Saved data entries
Segment Open
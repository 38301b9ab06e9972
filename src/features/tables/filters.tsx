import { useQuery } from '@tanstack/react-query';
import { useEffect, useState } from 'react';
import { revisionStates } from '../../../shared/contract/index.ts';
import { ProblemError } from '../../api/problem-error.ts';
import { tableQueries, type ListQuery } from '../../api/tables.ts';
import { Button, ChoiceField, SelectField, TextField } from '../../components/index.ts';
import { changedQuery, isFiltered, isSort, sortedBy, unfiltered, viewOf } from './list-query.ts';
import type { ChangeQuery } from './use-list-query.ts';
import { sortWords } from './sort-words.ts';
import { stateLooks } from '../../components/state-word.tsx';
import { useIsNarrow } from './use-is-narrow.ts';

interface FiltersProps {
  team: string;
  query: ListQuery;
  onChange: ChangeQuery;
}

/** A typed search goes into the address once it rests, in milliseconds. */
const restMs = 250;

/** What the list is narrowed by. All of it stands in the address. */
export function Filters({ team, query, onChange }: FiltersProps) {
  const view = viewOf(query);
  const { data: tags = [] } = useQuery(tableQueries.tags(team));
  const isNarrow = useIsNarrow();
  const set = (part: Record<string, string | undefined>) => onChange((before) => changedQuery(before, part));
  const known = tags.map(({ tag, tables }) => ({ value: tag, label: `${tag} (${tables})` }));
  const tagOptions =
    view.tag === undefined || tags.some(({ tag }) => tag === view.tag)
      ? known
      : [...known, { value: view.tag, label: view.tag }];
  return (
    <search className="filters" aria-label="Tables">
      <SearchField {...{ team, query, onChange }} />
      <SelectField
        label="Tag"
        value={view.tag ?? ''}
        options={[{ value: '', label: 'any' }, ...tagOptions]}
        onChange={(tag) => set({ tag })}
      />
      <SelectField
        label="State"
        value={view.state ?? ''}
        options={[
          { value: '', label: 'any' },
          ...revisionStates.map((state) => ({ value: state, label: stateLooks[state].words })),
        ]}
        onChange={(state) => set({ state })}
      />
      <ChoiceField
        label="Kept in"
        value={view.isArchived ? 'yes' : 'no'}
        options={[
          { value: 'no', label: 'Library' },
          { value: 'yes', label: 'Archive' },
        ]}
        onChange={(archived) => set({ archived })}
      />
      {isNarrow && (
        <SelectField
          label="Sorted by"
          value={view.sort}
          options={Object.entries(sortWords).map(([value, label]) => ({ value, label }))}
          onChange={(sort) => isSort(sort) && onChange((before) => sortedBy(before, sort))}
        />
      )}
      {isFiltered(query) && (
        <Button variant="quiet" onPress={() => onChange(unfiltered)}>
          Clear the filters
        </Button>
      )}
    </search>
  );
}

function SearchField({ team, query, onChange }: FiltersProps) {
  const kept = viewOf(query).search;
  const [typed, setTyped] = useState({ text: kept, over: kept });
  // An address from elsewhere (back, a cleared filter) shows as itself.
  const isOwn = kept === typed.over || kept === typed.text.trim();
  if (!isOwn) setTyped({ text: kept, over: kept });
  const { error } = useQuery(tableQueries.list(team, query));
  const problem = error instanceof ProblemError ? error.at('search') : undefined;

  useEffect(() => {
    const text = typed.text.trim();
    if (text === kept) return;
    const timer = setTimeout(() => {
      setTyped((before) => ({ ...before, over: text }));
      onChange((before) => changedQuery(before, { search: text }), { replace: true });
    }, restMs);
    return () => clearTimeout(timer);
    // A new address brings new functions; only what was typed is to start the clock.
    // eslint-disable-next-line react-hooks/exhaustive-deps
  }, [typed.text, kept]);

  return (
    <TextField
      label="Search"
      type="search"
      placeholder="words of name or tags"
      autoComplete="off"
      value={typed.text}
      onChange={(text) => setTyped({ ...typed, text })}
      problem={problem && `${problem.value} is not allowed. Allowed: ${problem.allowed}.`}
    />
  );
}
Segment Closed
» **GOAL OF THE EXERCISE**: What lines above contain the word "sortWords"? Return each such line.

» **ANSWER SPACE**:
import { sortWords } from './sort-words.ts';
          options={Object.entries(sortWords).map(([value, label]) => ({ value, label }))}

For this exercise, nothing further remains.